==== Dataset records ====
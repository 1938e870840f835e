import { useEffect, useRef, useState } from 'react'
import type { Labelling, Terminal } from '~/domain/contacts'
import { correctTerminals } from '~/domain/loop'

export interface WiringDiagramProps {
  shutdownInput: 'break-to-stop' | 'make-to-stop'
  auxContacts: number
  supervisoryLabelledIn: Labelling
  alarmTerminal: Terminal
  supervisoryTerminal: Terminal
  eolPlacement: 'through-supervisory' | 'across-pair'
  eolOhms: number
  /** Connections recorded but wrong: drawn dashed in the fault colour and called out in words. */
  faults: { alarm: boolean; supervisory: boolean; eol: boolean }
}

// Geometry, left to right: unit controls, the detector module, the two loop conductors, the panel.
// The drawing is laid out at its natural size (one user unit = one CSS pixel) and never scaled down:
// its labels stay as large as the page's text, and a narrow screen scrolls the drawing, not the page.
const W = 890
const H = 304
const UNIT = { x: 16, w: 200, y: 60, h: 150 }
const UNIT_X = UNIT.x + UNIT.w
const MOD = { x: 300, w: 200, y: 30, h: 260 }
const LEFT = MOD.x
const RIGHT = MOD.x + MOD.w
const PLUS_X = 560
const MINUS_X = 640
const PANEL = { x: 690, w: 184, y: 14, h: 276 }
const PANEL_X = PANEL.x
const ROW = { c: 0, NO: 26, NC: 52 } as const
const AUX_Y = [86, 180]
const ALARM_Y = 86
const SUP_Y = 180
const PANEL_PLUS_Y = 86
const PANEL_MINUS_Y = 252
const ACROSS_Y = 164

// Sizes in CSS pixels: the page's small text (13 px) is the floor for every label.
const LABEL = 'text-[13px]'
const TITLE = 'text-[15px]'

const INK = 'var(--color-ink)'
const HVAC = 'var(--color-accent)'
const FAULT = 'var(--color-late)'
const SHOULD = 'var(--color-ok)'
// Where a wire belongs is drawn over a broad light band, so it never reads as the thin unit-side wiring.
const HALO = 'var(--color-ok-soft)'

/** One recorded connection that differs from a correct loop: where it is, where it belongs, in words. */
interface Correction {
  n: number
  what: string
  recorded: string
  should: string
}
====
> **Problem details**
Please retype the data above exactly, including every line.

> **Task result**
repository 1938e870840f835e
import { useEffect, useRef, useState } from 'react'
import type { Labelling, Terminal } from '~/domain/contacts'
import { correctTerminals } from '~/domain/loop'

export interface WiringDiagramProps {
  shutdownInput: 'break-to-stop' | 'make-to-stop'
  auxContacts: number
  supervisoryLabelledIn: Labelling
  alarmTerminal: Terminal
  supervisoryTerminal: Terminal
  eolPlacement: 'through-supervisory' | 'across-pair'
  eolOhms: number
  /** Connections recorded but wrong: drawn dashed in the fault colour and called out in words. */
  faults: { alarm: boolean; supervisory: boolean; eol: boolean }
}

// Geometry, left to right: unit controls, the detector module, the two loop conductors, the panel.
// The drawing is laid out at its natural size (one user unit = one CSS pixel) and never scaled down:
// its labels stay as large as the page's text, and a narrow screen scrolls the drawing, not the page.
const W = 890
const H = 304
const UNIT = { x: 16, w: 200, y: 60, h: 150 }
const UNIT_X = UNIT.x + UNIT.w
const MOD = { x: 300, w: 200, y: 30, h: 260 }
const LEFT = MOD.x
const RIGHT = MOD.x + MOD.w
const PLUS_X = 560
const MINUS_X = 640
const PANEL = { x: 690, w: 184, y: 14, h: 276 }
const PANEL_X = PANEL.x
const ROW = { c: 0, NO: 26, NC: 52 } as const
const AUX_Y = [86, 180]
const ALARM_Y = 86
const SUP_Y = 180
const PANEL_PLUS_Y = 86
const PANEL_MINUS_Y = 252
const ACROSS_Y = 164

// Sizes in CSS pixels: the page's small text (13 px) is the floor for every label.
const LABEL = 'text-[13px]'
const TITLE = 'text-[15px]'

const INK = 'var(--color-ink)'
const HVAC = 'var(--color-accent)'
const FAULT = 'var(--color-late)'
const SHOULD = 'var(--color-ok)'
// Where a wire belongs is drawn over a broad light band, so it never reads as the thin unit-side wiring.
const HALO = 'var(--color-ok-soft)'

/** One recorded connection that differs from a correct loop: where it is, where it belongs, in words. */
interface Correction {
  n: number
  what: string
  recorded: string
  should: string
}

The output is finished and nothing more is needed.